*YOUR TASK*. Please go through the records below and return every line holding the word "scale".

Stored records:
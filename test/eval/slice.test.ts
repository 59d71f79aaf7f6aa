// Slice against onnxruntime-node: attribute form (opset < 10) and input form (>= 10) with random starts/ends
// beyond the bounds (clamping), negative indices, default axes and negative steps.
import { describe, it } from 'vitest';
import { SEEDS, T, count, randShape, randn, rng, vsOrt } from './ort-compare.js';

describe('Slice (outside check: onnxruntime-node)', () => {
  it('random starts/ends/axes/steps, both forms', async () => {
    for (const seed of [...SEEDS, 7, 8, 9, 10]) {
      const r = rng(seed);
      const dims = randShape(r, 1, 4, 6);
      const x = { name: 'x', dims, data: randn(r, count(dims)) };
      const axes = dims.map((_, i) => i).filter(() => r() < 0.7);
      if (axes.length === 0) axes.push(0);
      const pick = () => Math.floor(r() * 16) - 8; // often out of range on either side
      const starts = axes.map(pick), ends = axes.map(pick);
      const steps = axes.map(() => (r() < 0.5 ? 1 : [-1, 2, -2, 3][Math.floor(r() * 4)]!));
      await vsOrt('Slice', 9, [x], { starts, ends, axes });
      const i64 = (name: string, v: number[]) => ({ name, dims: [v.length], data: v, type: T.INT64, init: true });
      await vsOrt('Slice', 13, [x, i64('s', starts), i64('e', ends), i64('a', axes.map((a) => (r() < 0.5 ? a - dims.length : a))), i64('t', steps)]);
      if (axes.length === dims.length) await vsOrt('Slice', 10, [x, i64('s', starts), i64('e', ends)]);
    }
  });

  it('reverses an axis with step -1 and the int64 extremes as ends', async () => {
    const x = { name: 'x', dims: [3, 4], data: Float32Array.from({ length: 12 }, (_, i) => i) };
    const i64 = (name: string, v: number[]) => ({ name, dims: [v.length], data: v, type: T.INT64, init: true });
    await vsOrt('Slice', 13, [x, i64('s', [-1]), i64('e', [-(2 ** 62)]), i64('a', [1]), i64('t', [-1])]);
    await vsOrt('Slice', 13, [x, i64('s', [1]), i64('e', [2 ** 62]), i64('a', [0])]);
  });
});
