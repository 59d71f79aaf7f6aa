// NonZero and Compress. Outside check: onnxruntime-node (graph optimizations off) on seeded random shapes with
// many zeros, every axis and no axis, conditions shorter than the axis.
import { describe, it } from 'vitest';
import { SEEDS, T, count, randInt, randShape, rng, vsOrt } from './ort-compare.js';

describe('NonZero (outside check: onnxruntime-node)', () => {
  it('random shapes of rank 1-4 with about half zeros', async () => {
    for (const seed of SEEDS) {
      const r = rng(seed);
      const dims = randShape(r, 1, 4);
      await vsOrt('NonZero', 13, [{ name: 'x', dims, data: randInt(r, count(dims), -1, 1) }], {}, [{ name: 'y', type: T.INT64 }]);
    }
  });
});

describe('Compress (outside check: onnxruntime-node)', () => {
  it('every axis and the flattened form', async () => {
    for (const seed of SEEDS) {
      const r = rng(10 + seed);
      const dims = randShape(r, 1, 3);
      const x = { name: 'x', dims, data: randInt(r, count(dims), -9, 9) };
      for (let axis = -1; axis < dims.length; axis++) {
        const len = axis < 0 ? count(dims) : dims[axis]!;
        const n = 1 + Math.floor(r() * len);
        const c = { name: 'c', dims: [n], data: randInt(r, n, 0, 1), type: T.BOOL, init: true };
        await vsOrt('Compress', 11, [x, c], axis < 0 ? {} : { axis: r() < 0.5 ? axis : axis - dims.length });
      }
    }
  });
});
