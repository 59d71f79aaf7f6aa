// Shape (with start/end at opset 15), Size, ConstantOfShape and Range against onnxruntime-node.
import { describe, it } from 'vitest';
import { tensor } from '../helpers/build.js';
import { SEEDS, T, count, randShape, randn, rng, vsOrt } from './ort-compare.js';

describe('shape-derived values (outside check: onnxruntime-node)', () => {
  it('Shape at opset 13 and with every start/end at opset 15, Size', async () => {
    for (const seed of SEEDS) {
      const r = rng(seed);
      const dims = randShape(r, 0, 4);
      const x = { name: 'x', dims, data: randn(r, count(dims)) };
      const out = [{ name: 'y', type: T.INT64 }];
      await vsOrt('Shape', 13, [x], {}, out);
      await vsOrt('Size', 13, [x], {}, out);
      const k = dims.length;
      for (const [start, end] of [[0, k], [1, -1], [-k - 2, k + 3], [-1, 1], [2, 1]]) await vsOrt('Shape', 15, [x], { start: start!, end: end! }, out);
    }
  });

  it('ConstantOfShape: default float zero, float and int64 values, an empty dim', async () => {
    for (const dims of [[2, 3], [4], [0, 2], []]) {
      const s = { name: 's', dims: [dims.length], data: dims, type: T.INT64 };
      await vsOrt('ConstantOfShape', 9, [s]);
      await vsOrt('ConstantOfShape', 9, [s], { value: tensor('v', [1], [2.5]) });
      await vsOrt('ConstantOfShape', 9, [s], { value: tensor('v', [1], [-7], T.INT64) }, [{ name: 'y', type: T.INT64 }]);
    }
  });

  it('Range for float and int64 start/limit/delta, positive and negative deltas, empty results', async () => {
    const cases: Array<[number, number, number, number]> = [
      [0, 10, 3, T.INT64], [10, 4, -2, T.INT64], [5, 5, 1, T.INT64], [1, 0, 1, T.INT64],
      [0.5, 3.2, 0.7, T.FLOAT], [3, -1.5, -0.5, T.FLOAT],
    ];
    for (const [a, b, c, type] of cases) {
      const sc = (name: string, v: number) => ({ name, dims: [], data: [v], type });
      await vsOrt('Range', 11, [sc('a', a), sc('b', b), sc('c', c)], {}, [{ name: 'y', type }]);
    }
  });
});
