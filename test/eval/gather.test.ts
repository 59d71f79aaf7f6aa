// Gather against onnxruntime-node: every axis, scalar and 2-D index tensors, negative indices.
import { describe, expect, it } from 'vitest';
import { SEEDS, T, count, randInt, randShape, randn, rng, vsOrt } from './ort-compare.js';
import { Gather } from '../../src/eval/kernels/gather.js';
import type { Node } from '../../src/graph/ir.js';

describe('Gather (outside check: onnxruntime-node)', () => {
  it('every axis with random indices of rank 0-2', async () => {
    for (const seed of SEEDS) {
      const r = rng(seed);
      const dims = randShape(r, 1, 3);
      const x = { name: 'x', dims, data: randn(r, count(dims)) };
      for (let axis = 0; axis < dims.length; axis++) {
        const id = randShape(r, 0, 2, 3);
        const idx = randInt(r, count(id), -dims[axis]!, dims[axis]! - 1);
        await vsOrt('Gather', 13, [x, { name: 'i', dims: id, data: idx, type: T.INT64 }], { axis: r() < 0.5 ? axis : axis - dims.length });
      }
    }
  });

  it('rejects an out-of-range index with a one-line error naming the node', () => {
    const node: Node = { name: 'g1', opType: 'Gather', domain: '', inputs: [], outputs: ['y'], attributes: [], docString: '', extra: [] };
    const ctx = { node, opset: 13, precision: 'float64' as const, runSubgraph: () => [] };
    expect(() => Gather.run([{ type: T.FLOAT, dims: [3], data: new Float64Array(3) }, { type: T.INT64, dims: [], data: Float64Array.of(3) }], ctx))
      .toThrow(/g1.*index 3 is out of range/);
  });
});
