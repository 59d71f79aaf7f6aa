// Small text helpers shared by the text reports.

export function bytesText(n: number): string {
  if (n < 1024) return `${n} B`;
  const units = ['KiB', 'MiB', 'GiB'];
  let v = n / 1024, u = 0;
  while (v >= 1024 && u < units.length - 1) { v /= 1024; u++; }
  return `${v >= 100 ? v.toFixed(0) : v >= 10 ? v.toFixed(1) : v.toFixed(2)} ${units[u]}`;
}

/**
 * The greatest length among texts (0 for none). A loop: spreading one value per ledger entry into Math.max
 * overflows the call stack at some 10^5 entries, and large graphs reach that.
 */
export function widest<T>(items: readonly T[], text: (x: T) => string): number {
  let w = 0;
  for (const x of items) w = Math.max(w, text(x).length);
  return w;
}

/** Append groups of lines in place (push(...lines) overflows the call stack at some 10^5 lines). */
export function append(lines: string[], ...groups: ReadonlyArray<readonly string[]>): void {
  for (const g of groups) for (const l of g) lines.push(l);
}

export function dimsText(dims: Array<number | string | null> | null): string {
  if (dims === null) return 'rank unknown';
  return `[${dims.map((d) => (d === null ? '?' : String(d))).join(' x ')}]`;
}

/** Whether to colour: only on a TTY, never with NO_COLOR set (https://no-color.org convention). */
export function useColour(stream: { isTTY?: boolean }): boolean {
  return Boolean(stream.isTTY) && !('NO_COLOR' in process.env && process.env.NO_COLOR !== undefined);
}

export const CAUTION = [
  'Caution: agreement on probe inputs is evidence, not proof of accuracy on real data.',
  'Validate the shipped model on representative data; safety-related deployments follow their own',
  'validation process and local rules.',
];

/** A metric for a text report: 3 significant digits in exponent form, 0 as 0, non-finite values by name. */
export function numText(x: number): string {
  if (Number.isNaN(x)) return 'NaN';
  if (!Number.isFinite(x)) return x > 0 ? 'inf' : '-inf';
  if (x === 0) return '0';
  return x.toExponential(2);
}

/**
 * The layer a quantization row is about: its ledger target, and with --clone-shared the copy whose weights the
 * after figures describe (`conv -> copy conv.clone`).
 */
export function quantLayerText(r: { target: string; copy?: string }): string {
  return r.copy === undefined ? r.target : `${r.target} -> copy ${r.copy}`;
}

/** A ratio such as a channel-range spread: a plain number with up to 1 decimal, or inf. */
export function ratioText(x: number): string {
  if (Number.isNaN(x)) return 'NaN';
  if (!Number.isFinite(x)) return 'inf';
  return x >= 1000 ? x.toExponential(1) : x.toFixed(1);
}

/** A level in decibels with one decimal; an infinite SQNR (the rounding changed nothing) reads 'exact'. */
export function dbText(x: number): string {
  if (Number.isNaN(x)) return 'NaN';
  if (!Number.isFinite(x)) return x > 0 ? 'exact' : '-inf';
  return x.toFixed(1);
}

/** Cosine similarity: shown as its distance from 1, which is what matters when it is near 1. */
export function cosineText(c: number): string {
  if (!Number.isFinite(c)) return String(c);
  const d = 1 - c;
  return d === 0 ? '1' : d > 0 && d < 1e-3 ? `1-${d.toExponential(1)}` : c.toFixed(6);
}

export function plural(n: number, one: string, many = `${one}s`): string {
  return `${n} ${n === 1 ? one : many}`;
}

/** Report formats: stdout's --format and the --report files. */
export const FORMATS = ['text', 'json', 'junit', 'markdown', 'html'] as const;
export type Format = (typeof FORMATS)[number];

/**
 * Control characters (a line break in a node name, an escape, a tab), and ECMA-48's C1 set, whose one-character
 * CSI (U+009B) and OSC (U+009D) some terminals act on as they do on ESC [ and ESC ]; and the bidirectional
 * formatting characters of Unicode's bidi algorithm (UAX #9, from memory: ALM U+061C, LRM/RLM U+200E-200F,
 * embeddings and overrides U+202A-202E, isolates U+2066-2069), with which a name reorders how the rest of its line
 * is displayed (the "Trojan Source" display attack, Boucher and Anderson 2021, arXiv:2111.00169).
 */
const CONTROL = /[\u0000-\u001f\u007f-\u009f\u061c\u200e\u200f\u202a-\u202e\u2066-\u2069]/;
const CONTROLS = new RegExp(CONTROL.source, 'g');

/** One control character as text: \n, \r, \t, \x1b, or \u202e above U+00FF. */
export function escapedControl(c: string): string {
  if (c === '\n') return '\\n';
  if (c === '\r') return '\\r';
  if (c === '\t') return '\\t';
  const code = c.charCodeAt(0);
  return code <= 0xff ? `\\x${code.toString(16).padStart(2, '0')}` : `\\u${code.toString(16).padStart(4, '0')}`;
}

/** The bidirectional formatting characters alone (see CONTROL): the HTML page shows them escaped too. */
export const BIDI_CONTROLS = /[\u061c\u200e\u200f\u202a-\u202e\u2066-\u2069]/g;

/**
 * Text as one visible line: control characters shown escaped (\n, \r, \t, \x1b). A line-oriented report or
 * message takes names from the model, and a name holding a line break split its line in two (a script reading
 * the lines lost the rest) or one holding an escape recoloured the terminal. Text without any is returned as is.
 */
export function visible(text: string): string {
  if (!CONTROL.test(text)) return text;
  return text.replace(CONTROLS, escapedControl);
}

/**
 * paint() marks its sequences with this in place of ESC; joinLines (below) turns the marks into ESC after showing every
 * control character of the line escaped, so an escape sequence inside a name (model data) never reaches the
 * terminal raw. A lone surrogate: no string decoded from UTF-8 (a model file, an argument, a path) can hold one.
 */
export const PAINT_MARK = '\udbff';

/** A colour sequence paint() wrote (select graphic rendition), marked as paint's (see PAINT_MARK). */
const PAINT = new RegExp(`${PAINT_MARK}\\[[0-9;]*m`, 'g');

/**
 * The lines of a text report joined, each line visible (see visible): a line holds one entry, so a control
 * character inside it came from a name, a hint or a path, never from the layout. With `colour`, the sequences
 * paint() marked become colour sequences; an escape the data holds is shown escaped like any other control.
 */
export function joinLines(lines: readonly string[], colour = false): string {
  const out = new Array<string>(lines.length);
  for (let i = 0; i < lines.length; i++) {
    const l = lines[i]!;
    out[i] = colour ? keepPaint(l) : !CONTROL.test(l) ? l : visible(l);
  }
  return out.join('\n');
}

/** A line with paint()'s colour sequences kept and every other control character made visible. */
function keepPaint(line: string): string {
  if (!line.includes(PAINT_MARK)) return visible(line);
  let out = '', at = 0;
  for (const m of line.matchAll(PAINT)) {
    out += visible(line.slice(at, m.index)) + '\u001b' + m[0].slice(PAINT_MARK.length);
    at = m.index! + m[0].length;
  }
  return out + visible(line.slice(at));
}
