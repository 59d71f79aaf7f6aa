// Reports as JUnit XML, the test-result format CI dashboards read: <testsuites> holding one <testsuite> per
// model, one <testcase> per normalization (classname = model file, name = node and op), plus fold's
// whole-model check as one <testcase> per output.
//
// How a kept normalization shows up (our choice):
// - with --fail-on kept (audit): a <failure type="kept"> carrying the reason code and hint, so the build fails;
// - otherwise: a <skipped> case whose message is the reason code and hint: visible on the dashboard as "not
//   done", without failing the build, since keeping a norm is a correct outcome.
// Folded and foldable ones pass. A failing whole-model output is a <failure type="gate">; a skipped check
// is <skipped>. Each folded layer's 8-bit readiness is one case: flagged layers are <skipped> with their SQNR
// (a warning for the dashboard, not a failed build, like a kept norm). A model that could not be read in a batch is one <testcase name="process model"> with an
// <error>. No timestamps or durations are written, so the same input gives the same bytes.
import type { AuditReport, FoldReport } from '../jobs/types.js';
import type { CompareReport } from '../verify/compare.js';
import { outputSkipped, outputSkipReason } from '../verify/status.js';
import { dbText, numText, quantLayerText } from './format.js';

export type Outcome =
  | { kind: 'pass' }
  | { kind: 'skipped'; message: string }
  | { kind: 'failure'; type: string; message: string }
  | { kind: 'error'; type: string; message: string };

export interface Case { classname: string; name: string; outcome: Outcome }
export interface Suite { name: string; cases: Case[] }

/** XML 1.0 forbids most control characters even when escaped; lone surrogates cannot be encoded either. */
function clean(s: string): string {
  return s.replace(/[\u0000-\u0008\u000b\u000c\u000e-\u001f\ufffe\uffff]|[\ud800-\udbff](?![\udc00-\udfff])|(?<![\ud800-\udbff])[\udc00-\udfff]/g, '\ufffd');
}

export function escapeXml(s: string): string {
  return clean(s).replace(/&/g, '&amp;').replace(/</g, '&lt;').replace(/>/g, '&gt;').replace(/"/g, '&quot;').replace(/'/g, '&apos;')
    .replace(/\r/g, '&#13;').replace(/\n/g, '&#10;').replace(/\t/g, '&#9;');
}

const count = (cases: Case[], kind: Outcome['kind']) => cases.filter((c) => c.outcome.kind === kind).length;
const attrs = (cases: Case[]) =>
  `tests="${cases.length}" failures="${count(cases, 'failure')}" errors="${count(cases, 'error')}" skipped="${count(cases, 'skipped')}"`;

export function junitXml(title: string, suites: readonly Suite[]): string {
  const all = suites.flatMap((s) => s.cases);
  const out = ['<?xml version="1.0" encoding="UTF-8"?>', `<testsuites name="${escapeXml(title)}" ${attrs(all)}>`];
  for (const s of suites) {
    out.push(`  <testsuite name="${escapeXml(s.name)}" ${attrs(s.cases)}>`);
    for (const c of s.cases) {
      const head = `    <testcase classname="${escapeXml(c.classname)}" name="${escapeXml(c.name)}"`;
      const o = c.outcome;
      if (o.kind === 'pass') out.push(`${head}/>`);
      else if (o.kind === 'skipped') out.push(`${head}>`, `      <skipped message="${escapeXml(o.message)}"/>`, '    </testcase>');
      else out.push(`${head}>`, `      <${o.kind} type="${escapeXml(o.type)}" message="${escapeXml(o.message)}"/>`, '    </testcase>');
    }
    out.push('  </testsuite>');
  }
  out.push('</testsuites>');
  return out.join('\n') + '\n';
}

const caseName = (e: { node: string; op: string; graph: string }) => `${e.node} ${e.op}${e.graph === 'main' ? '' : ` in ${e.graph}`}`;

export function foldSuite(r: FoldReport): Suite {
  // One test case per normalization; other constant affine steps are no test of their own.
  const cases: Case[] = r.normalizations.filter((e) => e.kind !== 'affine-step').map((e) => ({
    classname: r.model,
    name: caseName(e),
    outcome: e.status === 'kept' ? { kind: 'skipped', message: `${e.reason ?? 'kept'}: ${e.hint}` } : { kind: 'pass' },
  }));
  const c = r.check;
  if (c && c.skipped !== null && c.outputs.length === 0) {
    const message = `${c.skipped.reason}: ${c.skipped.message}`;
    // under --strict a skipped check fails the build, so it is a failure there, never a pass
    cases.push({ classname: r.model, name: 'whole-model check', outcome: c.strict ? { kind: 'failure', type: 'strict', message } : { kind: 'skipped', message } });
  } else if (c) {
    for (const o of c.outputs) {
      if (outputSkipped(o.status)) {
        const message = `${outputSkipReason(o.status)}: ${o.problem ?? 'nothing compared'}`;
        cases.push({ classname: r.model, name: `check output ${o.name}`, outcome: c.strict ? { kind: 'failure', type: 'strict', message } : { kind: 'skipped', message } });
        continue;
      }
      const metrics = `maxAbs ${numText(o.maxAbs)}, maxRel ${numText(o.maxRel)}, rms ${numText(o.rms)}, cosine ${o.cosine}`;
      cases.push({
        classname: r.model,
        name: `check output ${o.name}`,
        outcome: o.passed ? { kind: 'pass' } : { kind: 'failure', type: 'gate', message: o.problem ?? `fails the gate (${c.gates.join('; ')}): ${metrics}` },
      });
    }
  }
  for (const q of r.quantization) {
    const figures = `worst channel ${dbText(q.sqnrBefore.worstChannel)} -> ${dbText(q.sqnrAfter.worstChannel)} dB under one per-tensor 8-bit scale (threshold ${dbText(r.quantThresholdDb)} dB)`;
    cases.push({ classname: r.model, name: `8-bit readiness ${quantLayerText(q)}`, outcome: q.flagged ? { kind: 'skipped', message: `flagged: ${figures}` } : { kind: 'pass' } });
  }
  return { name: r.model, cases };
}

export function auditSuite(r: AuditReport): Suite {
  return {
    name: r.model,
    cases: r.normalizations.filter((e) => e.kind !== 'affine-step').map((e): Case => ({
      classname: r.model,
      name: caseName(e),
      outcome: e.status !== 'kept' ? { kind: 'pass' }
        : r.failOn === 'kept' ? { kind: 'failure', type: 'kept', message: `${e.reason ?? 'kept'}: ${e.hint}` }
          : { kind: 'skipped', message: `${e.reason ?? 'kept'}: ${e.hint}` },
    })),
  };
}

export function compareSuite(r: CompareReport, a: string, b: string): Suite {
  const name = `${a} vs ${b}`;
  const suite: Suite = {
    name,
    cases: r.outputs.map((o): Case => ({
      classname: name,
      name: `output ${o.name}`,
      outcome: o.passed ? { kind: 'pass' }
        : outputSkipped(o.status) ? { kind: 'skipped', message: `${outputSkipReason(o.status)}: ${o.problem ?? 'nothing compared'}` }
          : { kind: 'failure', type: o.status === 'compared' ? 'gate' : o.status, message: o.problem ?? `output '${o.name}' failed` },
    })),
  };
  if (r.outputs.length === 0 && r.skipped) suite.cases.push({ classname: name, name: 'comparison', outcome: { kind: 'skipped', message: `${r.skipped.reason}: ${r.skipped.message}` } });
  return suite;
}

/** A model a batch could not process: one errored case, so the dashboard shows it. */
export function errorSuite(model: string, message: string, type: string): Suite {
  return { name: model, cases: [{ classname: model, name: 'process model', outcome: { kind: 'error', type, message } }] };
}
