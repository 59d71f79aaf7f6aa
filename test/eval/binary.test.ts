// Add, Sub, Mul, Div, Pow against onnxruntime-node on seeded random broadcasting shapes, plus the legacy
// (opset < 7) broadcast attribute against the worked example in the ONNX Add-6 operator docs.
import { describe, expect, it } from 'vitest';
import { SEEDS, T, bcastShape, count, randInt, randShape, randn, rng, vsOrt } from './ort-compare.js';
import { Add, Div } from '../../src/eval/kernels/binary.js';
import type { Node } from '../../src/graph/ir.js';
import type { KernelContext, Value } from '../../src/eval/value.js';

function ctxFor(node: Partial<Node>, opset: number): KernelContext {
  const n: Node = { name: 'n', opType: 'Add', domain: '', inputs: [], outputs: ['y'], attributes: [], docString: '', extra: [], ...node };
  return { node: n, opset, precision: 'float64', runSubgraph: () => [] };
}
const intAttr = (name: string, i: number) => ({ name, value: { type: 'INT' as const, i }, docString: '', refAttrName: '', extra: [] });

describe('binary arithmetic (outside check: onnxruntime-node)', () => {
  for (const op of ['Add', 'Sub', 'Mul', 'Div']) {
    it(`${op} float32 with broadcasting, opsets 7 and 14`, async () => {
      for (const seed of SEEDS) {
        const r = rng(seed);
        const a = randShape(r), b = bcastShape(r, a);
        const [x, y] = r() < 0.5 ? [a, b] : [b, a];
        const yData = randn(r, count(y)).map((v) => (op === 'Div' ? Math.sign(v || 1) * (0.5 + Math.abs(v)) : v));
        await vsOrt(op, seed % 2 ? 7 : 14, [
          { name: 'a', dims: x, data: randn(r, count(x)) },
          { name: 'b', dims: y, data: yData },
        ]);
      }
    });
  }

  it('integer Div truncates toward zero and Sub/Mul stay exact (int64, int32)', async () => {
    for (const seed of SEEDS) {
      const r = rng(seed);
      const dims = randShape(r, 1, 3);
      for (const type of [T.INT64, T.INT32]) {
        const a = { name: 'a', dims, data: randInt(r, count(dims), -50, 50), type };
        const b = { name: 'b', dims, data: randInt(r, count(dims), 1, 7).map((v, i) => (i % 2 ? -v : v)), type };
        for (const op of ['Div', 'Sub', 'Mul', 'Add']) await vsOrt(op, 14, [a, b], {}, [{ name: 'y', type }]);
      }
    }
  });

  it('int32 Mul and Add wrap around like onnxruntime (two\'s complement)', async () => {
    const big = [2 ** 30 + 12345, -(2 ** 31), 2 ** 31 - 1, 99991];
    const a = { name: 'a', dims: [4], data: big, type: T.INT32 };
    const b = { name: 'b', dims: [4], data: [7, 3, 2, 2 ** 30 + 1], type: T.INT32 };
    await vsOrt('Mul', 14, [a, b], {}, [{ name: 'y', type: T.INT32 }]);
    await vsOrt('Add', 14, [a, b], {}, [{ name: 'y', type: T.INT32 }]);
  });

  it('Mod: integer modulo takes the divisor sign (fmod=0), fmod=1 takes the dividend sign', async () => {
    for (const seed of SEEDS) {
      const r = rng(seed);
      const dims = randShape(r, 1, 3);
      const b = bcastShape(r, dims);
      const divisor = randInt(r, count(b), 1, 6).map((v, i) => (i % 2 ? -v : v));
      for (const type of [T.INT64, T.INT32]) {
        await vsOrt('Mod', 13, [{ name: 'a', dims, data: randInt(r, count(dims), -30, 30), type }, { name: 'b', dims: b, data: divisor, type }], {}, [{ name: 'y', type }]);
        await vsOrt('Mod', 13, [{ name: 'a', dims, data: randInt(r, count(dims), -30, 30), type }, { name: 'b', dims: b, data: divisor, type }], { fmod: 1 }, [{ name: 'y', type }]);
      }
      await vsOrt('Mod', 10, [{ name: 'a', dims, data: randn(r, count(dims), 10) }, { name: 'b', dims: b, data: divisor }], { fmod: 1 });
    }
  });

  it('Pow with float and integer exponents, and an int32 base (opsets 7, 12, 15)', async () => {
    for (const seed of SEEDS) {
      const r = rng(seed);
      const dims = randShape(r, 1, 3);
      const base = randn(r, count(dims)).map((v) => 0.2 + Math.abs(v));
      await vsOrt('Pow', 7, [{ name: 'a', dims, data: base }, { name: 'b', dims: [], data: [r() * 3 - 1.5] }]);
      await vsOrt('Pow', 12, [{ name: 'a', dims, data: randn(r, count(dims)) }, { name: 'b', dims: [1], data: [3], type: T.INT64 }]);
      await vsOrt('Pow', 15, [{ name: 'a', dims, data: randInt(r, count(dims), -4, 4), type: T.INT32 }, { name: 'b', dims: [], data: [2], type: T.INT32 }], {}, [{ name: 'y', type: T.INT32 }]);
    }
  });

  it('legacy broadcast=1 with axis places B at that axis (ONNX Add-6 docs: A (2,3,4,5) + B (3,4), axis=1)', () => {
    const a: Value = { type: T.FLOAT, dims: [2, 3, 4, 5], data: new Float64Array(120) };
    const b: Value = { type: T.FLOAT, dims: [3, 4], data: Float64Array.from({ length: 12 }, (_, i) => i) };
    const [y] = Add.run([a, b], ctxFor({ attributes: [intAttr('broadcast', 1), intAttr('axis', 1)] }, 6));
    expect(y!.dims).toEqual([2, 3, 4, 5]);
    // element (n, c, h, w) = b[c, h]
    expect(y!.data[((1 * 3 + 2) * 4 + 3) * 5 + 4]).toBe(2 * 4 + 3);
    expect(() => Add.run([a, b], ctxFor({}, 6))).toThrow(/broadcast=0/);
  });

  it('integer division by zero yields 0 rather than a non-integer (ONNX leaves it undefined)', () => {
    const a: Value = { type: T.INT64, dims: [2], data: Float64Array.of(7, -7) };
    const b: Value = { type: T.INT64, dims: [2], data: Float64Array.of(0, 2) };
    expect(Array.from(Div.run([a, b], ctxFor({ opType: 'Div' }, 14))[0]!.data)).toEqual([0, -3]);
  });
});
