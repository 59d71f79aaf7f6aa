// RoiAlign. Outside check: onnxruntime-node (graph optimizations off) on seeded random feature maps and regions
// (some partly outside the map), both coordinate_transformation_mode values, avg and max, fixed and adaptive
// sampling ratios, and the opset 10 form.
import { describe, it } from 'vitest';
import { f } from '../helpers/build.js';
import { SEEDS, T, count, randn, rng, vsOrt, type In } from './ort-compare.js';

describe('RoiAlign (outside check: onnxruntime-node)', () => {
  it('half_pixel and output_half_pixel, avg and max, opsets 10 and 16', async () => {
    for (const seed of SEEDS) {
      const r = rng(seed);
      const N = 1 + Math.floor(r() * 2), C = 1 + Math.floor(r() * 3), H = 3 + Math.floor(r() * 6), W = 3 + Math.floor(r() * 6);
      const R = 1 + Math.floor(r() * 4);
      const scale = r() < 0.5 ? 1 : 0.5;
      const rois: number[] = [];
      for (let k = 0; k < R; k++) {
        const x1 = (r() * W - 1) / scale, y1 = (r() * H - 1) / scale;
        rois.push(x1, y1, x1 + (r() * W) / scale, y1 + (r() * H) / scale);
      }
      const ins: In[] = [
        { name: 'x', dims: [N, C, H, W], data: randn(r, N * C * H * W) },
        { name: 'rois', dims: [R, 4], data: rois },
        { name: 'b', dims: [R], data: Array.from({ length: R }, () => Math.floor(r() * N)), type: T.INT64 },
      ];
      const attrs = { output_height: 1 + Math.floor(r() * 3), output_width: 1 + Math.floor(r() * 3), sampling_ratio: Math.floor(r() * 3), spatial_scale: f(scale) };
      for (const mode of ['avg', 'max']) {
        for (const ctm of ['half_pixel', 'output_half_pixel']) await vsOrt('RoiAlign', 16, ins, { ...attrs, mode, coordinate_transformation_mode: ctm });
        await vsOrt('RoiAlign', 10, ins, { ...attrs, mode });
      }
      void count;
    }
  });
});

*WRITTEN REPLY*.
    const figures = `worst channel ${dbText(q.sqnrBefore.worstChannel)} -> ${dbText(q.sqnrAfter.worstChannel)} dB under one per-tensor 8-bit scale (threshold ${dbText(r.quantThresholdDb)} dB)`;
      const scale = r() < 0.5 ? 1 : 0.5;
        const x1 = (r() * W - 1) / scale, y1 = (r() * H - 1) / scale;
        rois.push(x1, y1, x1 + (r() * W) / scale, y1 + (r() * H) / scale);
      const attrs = { output_height: 1 + Math.floor(r() * 3), output_width: 1 + Math.floor(r() * 3), sampling_ratio: Math.floor(r() * 3), spatial_scale: f(scale) };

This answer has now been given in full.